▶ **Activity**
When a line of the records below contains the string "best", copy that whole line.

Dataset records
import type { State } from '../../src/screen/state.ts';
import { update } from '../../src/screen/update.ts';
import { readSession, type Session, sessionDocument } from '../../src/session/index.ts';
import { FLOOR_BEAM } from '../support/session.ts';
import { press, stateOf } from '../support/state.ts';
import { median } from './median.ts';

const MEMBERS = 500;
const ROUNDS = 30;

/** Each stands with its left end on the end of the next, so that a nudge of the first is felt undiminished to the last. */
function chain(): object[] {
  return Array.from({ length: MEMBERS }, (_, at) => ({
    ...FLOOR_BEAM,
    name: `M${at}`,
    ...(at === 0 ? {} : { links: [{ member: `M${at - 1}`, end: 'left', at: '0 ft' }] }),
  }));
}

/** Twenty joists of two spans; 384 girders, all of which carry the first of them; 96 beams of two spans under four girders each. */
function house(): object[] {
  const joist = (at: number) => ({ ...FLOOR_BEAM, name: `J${at}`, spans: ['12 ft', '10 ft'] });
  const girder = (at: number) => ({
    ...FLOOR_BEAM,
    name: `G${at}`,
    links: ['left', 1, 'right'].map((end) => ({ member: 'J0', end, every: '16 in' })),
  });
  const beam = (at: number) => ({
    ...FLOOR_BEAM,
    name: `B${at}`,
    spans: ['8 ft', '8 ft'],
    links: [0, 1, 2, 3].map((each) => ({
      member: `G${4 * at + each}`,
      end: 'right',
      at: `${2 + 4 * each} ft`,
    })),
  });
  const many = (count: number, make: (at: number) => object) =>
    Array.from({ length: count }, (_, at) => make(at));
  return [...many(20, joist), ...many(384, girder), ...many(96, beam)];
}

function sessionOf(members: object[]): Session {
  const read = readSession(JSON.stringify({ thrice: 1, title: 'Bench', members }), 'bench.json');
  if (!read.ok) throw new Error(read.fault);
  return read.session;
}

/** A nudge of the first member, which the others stand on, through the one function that changes the explorer's state. */
function nudges(name: string, members: object[]): void {
  const session = sessionOf(members);
  const times: number[] = [];
  const works: number[] = [];
  let felt = 0;
  let state: State = { ...stateOf(), session, kept: session };
  for (let round = 0; round < ROUNDS; round += 1) {
    const key = { type: 'key', press: press('right'), time: round * 5000 } as const;
    const before = { at: performance.now(), cpu: process.cpuUsage() };
    const after = update(state, key).state;
    times.push(performance.now() - before.at);
    const { user, system } = process.cpuUsage(before.cpu);
    works.push((user + system) / 1000);
    felt = after.session.members.filter(
      ({ member }, at) => member !== state.session.members[at]!.member,
    ).length;
    state = after;
  }
  const figure = (value: number) => `${value.toFixed(1)} ms`;
  console.log(
    `  ${name}: a nudge ${figure(median(times))}, of the processor ${figure(median(works))}, the first ${figure(works[0]!)}; ${felt} of ${members.length} members changed (aim: 100 ms)`,
  );
}

/** How long a change takes to reach all that carry it; beside it, writing the same session once. */
export function run(): void {
  console.log('links');
  nudges('a chain', chain());
  nudges('a house', house());
  const session = sessionOf(chain());
  const began = performance.now();
  for (let round = 0; round < 5; round += 1) sessionDocument(session);
  console.log(`  writing the chain once: ${((performance.now() - began) / 5).toFixed(1)} ms`);
}
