import fc from 'fast-check';
import { describe, expect, it } from 'vitest';
import { knobsOf } from '../../src/explore/knobs/knobs.ts';
import type { Ranking } from '../../src/explore/rack/best.ts';
import { rankedRack } from '../../src/explore/rack/ranked.ts';
import { weightCurve } from '../../src/explore/weight-curve.ts';
import { sectionWeight } from '../../src/timber/index.ts';
import { runs } from '../support/runs.ts';
import { memberOf } from '../support/session.ts';
import { anyPart } from './choice-members.ts';

/** The same but for rounding, or both none. */
const near = (one: number, other: number) =>
  Number.isNaN(other) ? Number.isNaN(one) : Math.abs(one - other) < 1e-9;

describe('weights along a knob', () => {
  it('are at every sample those of the size at hand and of the one that the rack lights there', () => {
    const keys = ['spans.0', 'area.live', 'section.depth', 'section.width', 'bearing.0'];
    const anyRanking = fc.constantFrom<Ranking>(
      { best: 'weight', shop: null },
      { best: 'depth', shop: null },
    );
    fc.assert(
      fc.property(anyPart, fc.constantFrom(...keys), anyRanking, (part, key, ranking) => {
        const member = memberOf({ ...part, loads: undefined });
        const knob = knobsOf(member).find((each) => each.key === key)?.number;
        if (knob == null) return;
        const now = knob.get(member);
        const [from, to] = [now * 0.5, now * 1.5];
        if (!(to > from)) return;
        const { own, best } = weightCurve(member, knob, ranking, from, to, 5);
        for (let at = 0; at < 5; at += 1) {
          const turned = knob.put(member, from + ((to - from) * at) / 4);
          const { sizes, lit } = rankedRack(turned, ranking);
          // A size that the wood does not come in has no weight.
          expect(near(own[at]!, sectionWeight(turned, turned.section))).toBe(true);
          expect(near(best[at]!, sizes[lit]?.weight ?? Number.NaN)).toBe(true);
        }
      }),
      { numRuns: runs(40) },
    );
  });
});
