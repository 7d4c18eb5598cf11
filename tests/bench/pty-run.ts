import { copyFileSync, mkdtempSync } from 'node:fs';
import { tmpdir } from 'node:os';
import { basename, join } from 'node:path';
import { spawn } from '@lydell/node-pty';

/** The terminal all benches are run in. */
export const COLUMNS = 120;
export const ROWS = 40;

/** Ink ends every frame with this, the end of a synchronized update. */
const FRAME_END = '\x1b[?2026l';
const RIGHT = '\x1b[C';
const LEFT = '\x1b[D';
/** A program that has not answered by then never will. */
const PATIENCE_MS = 15_000;
/** After this long without a byte the frame is taken to be whole. */
const QUIET_MS = 40;

const sleep = (ms: number): Promise<void> => new Promise((resolve) => setTimeout(resolve, ms));

/** A program in a pseudo-terminal, watched byte by byte. */
export interface WatchedProgram {
  /** Milliseconds from start to the last byte of the first frame. */
  readonly start: number;
  /** Presses → or ←; milliseconds to the last byte it made the program write, and how many bytes. */
  press(key: 'right' | 'left'): Promise<{ readonly ms: number; readonly bytes: number }>;
  /** Presses → or ← without waiting. */
  send(key: 'right' | 'left'): void;
  /** Frames written so far. */
  frames(): number;
  quit(): Promise<void>;
}

function copyOf(file: string): string {
  const copy = join(mkdtempSync(join(tmpdir(), 'thrice-bench-')), basename(file));
  copyFileSync(file, copy);
  return copy;
}

/** Starts `node` with these arguments; resolves at its first frame. */
export async function watch(args: readonly string[]): Promise<WatchedProgram> {
  const { PATH = '', HOME = '' } = process.env;
  const env = {
    PATH,
    HOME,
    TERM: 'xterm-256color',
    COLORTERM: 'truecolor',
    LANG: 'C.UTF-8',
    COLORFGBG: '15;0',
  };
  const began = performance.now();
  // A killed program leaves a recovery journal, which the next would ask about.
  const own = args.map((arg) => (arg.endsWith('.json') ? copyOf(arg) : arg));
  const pty = spawn(process.execPath, own, { name: env.TERM, cols: COLUMNS, rows: ROWS, env });
  let written = '';
  let last = began;
  let ended = false;
  let wake = (): void => {};
  pty.onData((data) => {
    written += data;
    last = performance.now();
    wake();
  });
  pty.onExit(() => {
    ended = true;
    wake();
  });
  const more = (): Promise<void> =>
    new Promise((resolve, reject) => {
      const timer = setTimeout(() => reject(new Error(`${args.join(' ')}: no answer`)), PATIENCE_MS);
      wake = () => {
        clearTimeout(timer);
        if (ended) reject(new Error(`${args.join(' ')} ended early: ${written.slice(-500)}`));
        else resolve();
      };
    });
  const quiet = async (): Promise<void> => {
    while (performance.now() - last < QUIET_MS) await sleep(QUIET_MS / 4);
  };
  const send = (key: 'right' | 'left'): void => pty.write(key === 'right' ? RIGHT : LEFT);

  while (!written.includes(FRAME_END)) await more();
  const start = last - began;
  await quiet();

  return {
    start,
    async press(key) {
      const before = written.length;
      const from = performance.now();
      send(key);
      while (!written.slice(before).includes(FRAME_END)) await more();
      await quiet();
      return { ms: last - from, bytes: Buffer.byteLength(written.slice(before)) };
    },
    send,
    frames: () => written.split(FRAME_END).length - 1,
    async quit() {
      if (!ended) pty.kill('SIGKILL');
      while (!ended) await sleep(5);
    },
  };
}
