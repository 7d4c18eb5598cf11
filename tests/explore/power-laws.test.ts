import fc from 'fast-check';
import { describe, expect, it } from 'vitest';
import { crossovers } from '../../src/explore/crossovers.ts';
import { exponentsOf, IDEAL } from '../../src/explore/exponents.ts';
import { powersOf, standsTo } from '../../src/explore/powers.ts';
import { ratiosOf } from '../../src/explore/ratios.ts';
import { reportMember } from '../../src/timber/index.ts';
import type { CheckId } from '../../src/timber/report.ts';
import { memberOf } from '../support/session.ts';

const simple = fc.record({
  span: fc.double({ min: 48, max: 360, noNaN: true }),
  depth: fc.constantFrom(3.5, 5.5, 7.25, 9.25, 11.25, 13.25),
  plies: fc.integer({ min: 1, max: 4 }),
  tributary: fc.double({ min: 12, max: 240, noNaN: true }),
  dead: fc.double({ min: 1, max: 60, noNaN: true }),
  live: fc.double({ min: 10, max: 150, noNaN: true }),
});

function member(
  of: { span: number; depth: number; plies: number; tributary: number; dead: number; live: number },
  selfWeight = false,
) {
  return memberOf({
    spans: [`${of.span} in`],
    tributary: `${of.tributary} in`,
    area: { dead: `${of.dead} psf`, live: `${of.live} psf` },
    section: { width: '1.5 in', depth: `${of.depth} in`, plies: of.plies },
    selfWeight,
  });
}

const check = (report: ReturnType<typeof reportMember>, id: CheckId) =>
  report.checks.find((each) => each.id === id)!;

describe('the three powers of a uniform load on a simple span', () => {
  it('are shear 0.75 w/b (l/h), bending 0.75 w/b (l/h)^2 and deflection 0.15625 wd/(b E) (l/h)^3, to 1e-12', () => {
    // Textbook forms: fv = 1.5V/(bd) with V = wl/2, fb = M/S with M = wl²/8, Δ = 5wl⁴/384EI.
    fc.assert(
      fc.property(simple, (of) => {
        const report = reportMember(member(of));
        const b = 1.5 * of.plies;
        const proportion = of.span / of.depth;
        const w = ((of.dead + of.live) / 144) * of.tributary;
        const wd = (of.live / 144) * of.tributary;
        const E = 1.6e6;
        expect(check(report, 'shear').demand / (0.75 * (w / b) * proportion)).toBeCloseTo(1, 12);
        expect(check(report, 'bending').demand / (0.75 * (w / b) * proportion ** 2)).toBeCloseTo(1, 12);
        const sag = check(report, 'deflection-live').demand / of.span;
        expect(sag / (0.15625 * (wd / (b * E)) * proportion ** 3)).toBeCloseTo(1, 12);
      }),
    );
  });

  it('have a tenth of CV in the bending of a glulam: its length, depth and width each by the tenth root', () => {
    // NDS 5.3.6: CV = (21/L)^(1/10) (12/d)^(1/10) (5.125/b)^(1/10), under 1 here, on the integers of the law.
    const glulam = memberOf({
      spans: ['24 ft'],
      tributary: '8 ft',
      stock: { product: 'glulam', species: 'Western species', grade: '24F-1.8E' },
      section: { width: '6.75 in', depth: '18 in' },
      selfWeight: false,
    });
    const bending = exponentsOf(glulam).bending!;
    expect(bending.span).toBeCloseTo(2.1, 6);
    expect(bending.depth).toBeCloseTo(-1.9, 6);
    expect(bending.width).toBeCloseTo(-0.9, 6);
    expect(bending.load).toBeCloseTo(1, 6);
  });

  it('have the integers for local exponents where own weight is off', () => {
    fc.assert(
      fc.property(simple, (of) => {
        const exponents = exponentsOf(member(of));
        for (const [id, power] of [
          ['shear', 1],
          ['bending', 2],
          ['deflection-live', 3],
        ] as const) {
          for (const quantity of ['span', 'depth', 'width', 'load'] as const) {
            expect(exponents[id]![quantity]).toBeCloseTo(IDEAL[power][quantity], 7);
          }
        }
      }),
    );
  });

  it("cross at Fb'/Fv' and at 4.8 (w/wd) E'/(n Fb')", () => {
    fc.assert(
      fc.property(simple, (of) => {
        const one = member(of);
        const report = reportMember(one);
        const [shear, bending] = powersOf(ratiosOf(one)).map((power) => power.ratio!);
        const live = check(report, 'deflection-live');
        const met = crossovers(of.span / of.depth, shear!, bending!, live.ratio);
        const Fb = check(report, 'bending').capacity;
        const Fv = check(report, 'shear').capacity;
        expect(met.shearToBending! / (Fb / Fv)).toBeCloseTo(1, 10);
        expect(
          met.bendingToDeflection! / ((4.8 * ((of.dead + of.live) / of.live) * 1.6e6) / (360 * Fb)),
        ).toBeCloseTo(1, 10);
        expect(met.shearToDeflection).toBeCloseTo(
          Math.sqrt(met.shearToBending! * met.bendingToDeflection!),
          8,
        );
      }),
    );
  });

  it('has null crossovers where a check is absent', () => {
    expect(crossovers(15, 0, 1, 1)).toEqual({
      shearToBending: null,
      bendingToDeflection: 15,
      shearToDeflection: null,
    });
  });

  it('stands to the l/h at which its law gives 1', () => {
    expect(standsTo(16, 0.4, 1)).toBeCloseTo(40, 12);
    expect(16 * (standsTo(16, 1.28, 2) / 16) ** 1).toBeCloseTo(16 / Math.sqrt(1.28), 12);
    expect(standsTo(16, 0.64, 3)).toBeCloseTo(16 / 0.64 ** (1 / 3), 12);
  });
});

describe('local exponents', () => {
  it("are those of the contract's example member, own weight bending them", () => {
    // (2) 2x12 Douglas Fir-Larch No.2, 14 ft, 6 ft of 12 + 40 psf: own weight is 7.88 of 319.88 plf.
    const { span, depth, width, load } = exponentsOf(memberOf({})).bending!;
    expect(span).toBeCloseTo(2, 6);
    expect(depth).toBeCloseTo(-1.975, 3);
    expect(width).toBeCloseTo(-0.975, 3);
    expect(load).toBeCloseTo(0.975, 3);
  });

  it('agree with finite differences of the full check away from steps', () => {
    fc.assert(
      fc.property(simple, fc.constantFrom('ends', '30 in', 'continuous'), (of, bracing) => {
        const base = { ...of };
        const build = (part: Partial<typeof of>) => {
          const m = { ...base, ...part };
          return memberOf({
            spans: [`${m.span} in`],
            tributary: `${m.tributary} in`,
            area: { dead: `${m.dead} psf`, live: `${m.live} psf` },
            section: { width: '1.5 in', depth: `${m.depth} in`, plies: m.plies },
            bracing,
          });
        };
        const exponents = exponentsOf(build({}));
        const h = 1e-4;
        const at = (factor: number) => ratiosOf(build({ span: of.span * factor }))[1]!;
        const slope = Math.log(at(1 + h) / at(1 - h)) / Math.log((1 + h) / (1 - h));
        expect(Math.abs(exponents.bending!.span - slope)).toBeLessThan(1e-4);
      }),
      { numRuns: 50 },
    );
  });
});
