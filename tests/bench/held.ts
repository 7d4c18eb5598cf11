import { contenders } from './contenders.ts';
import { watch } from './pty-run.ts';

/** A common keyboard's repeat. */
const REPEAT_MS = 33;
const KEYS = 90;
/** Keys to one side before the other, so that no knob comes to its end. */
const STRETCH = 30;

const sleep = (ms: number): Promise<void> => new Promise((resolve) => setTimeout(resolve, ms));

/** How many of the frames of a held key are drawn. */
export async function run(): Promise<void> {
  console.log(`a key held for ${KEYS} repeats of ${REPEAT_MS} ms: frames drawn`);
  for (const { name, args } of await contenders()) {
    const program = await watch(args);
    const before = program.frames();
    for (let key = 0; key < KEYS; key += 1) {
      program.send(Math.floor(key / STRETCH) % 2 === 0 ? 'right' : 'left');
      await sleep(REPEAT_MS);
    }
    await sleep(10 * REPEAT_MS);
    console.log(`  ${name.padEnd(30)}${program.frames() - before} of ${KEYS}`);
    await program.quit();
  }
}
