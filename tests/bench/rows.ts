import { type ChildProcess, spawn, spawnSync } from 'node:child_process';
import { once } from 'node:events';
import { createWriteStream, mkdtempSync, readFileSync, rmSync } from 'node:fs';
import { tmpdir } from 'node:os';
import { join } from 'node:path';
import { median } from './median.ts';

/** A long schedule, so that the start of threads counts for little, and a short one to hold its memory against. */
const MANY = 100_000;
const FEW = 10_000;
/** One core and two are timed one after the other so often: they are to meet the same machine. */
const ROUNDS = 2;

const WOODS = ['Douglas Fir-Larch,No.2', 'Hem-Fir,No.2', 'Spruce-Pine-Fir,No.1/No.2', 'Southern Pine,No.2'];
const HEAD =
  'name,span (ft),tributary (ft),dead (psf),live (psf),snow (psf),species,grade,bracing,bearing (in),loads';

/** Beams such as a schedule holds: one in ten of two spans, one in seven with a point load, one in three with snow. */
function row(at: number): string {
  return [
    `B${at}`,
    at % 10 === 0 ? `${8 + (at % 6)}; ${7 + (at % 5)}` : 6 + ((at * 7) % 13) + (at % 4) / 4,
    2 + (at % 6),
    10 + (at % 8),
    [30, 40, 50, 60][at % 4],
    at % 3 === 0 ? 25 : '',
    WOODS[at % 4],
    at % 2 === 0 ? 'continuous' : 'ends',
    [3, 3.5, 5.5][at % 3],
    at % 7 === 0 ? 'snow 850 lb at 5 ft' : '',
  ].join(',');
}

async function schedule(folder: string, rows: number): Promise<string> {
  const file = join(folder, `${rows}.csv`);
  const to = createWriteStream(file);
  to.write(`${HEAD}\n`);
  for (let at = 0; at < rows; at += 1) {
    if (!to.write(`${row(at)}\n`)) await once(to, 'drain');
  }
  to.end();
  await once(to, 'finish');
  return file;
}

interface Run {
  readonly seconds: number;
  /** Of resident memory, MB; NaN where the system does not tell. */
  readonly peak: number;
}

const WATCH_MS = 50;

/** What keeps a program and all of its threads to one core, where the system has it. */
const ONE_CORE = spawnSync('taskset', ['--version']).status === 0 ? ['taskset', '-c', '0'] : [];

async function sized(file: string, threads: 1 | 2): Promise<Run> {
  const began = performance.now();
  // The engine's own helpers (collector, compiler) would use the other core too.
  const [command, ...args] = [
    ...(threads === 1 ? ONE_CORE : []),
    process.execPath,
    ...['dist/thrice.js', 'schedule', file, '-o', `${file}.out.csv`, '--threads', String(threads)],
  ];
  const program = spawn(command!, args, { stdio: 'ignore' });
  let peak = Number.NaN;
  const watch = setInterval(() => {
    peak = peakOf(program) ?? peak;
  }, WATCH_MS);
  await once(program, 'exit');
  clearInterval(watch);
  return { seconds: (performance.now() - began) / 1000, peak };
}

/** The most that the system has given it so far: VmHWM of Linux. */
function peakOf({ pid }: ChildProcess): number | null {
  try {
    const found = /^VmHWM:\s+(\d+) kB/m.exec(readFileSync(`/proc/${pid}/status`, 'utf8'));
    return found === null ? null : Number(found[1]) / 1024;
  } catch {
    return null;
  }
}

/** Rows a second over the whole rack of dimension lumber, on one core and on two; memory of a long schedule beside a short one. */
export async function run(): Promise<void> {
  const folder = mkdtempSync(join(tmpdir(), 'thrice-rows-'));
  try {
    const many = await schedule(folder, MANY);
    const [one, two]: [Run[], Run[]] = [[], []];
    for (let round = 0; round < ROUNDS; round += 1) {
      one.push(await sized(many, 1));
      two.push(await sized(many, 2));
    }
    const rate = Math.round(MANY / median(one.map(({ seconds }) => seconds)));
    const ratio = median(two.map(({ seconds }, round) => one[round]!.seconds / seconds));
    console.log(
      `schedule of ${MANY} rows: ${rate} rows a second on one core (aim 1000), two cores ${ratio.toFixed(2)}x (aim 1.7)`,
    );
    const few = (await sized(await schedule(folder, FEW), 2)).peak;
    const most = median(two.map(({ peak }) => peak));
    console.log(
      `peak memory: ${Math.round(few)} MB at ${FEW} rows, ${Math.round(most)} MB at ${MANY}: ${(most / few).toFixed(2)}x (aim 1.1)`,
    );
  } finally {
    rmSync(folder, { recursive: true });
  }
}
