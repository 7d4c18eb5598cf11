import { spawnSync } from 'node:child_process';
import { mkdtempSync, statSync, writeFileSync } from 'node:fs';
import { tmpdir } from 'node:os';
import { join } from 'node:path';
import { FLOOR_BEAM } from '../support/session.ts';
import { median } from './median.ts';

const PROGRAM = 'dist/thrice.js';
const MEMBERS = 50;
const ROUNDS = 3;
const FORMATS = ['pdf', 'html', 'md', 'txt'] as const;

/** Beams of one to three spans with a few typed loads, as jobs have them. */
function members(count: number): object[] {
  const lengths = ['12 ft', '14 ft', '10 ft'];
  return Array.from({ length: count }, (_, at) => ({
    ...FLOOR_BEAM,
    name: `B${at + 1}`,
    spans: lengths.slice(0, 1 + (at % 3)),
    loads: [{ kind: 'snow', point: `${500 + 10 * at} lb`, at: '5 ft' }],
  }));
}

/** Seconds that the built program takes from its start to its end. */
function seconds(...args: string[]): number {
  const began = performance.now();
  const { status, stderr } = spawnSync(process.execPath, [PROGRAM, ...args], {
    encoding: 'utf8',
    stdio: ['ignore', 'ignore', 'pipe'],
  });
  if (status === null || status > 1 || stderr !== '') throw new Error(stderr);
  return (performance.now() - began) / 1000;
}

/** The sheet of a job of 50 members in every format, beside checking them. */
export function run(): void {
  const folder = mkdtempSync(join(tmpdir(), 'thrice-bench-'));
  const file = join(folder, 'job.json');
  writeFileSync(file, JSON.stringify({ thrice: 1, title: 'Bench', members: members(MEMBERS) }));
  const often = (...args: string[]) => median(Array.from({ length: ROUNDS }, () => seconds(...args)));
  const beside = often('check', file, '--json');
  console.log('sheet');
  for (const format of FORMATS) {
    const out = join(folder, `job.${format}`);
    const took = often('sheet', file, '-o', out);
    const size = Math.round(statSync(out).size / 1000);
    const aim = format === 'pdf' ? ' (aim: 5 s)' : '';
    console.log(
      `  ${MEMBERS} members to ${format}: ${took.toFixed(2)} s${aim}, ${(took / beside).toFixed(1)}x of check --json, ${size} kB`,
    );
  }
}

▶ **Response area**
import type { Ranking } from '../../src/explore/rack/best.ts';
      { best: 'weight', shop: null },
      { best: 'depth', shop: null },
        const { own, best } = weightCurve(member, knob, ranking, from, to, 5);
          expect(near(best[at]!, sizes[lit]?.weight ?? Number.NaN)).toBe(true);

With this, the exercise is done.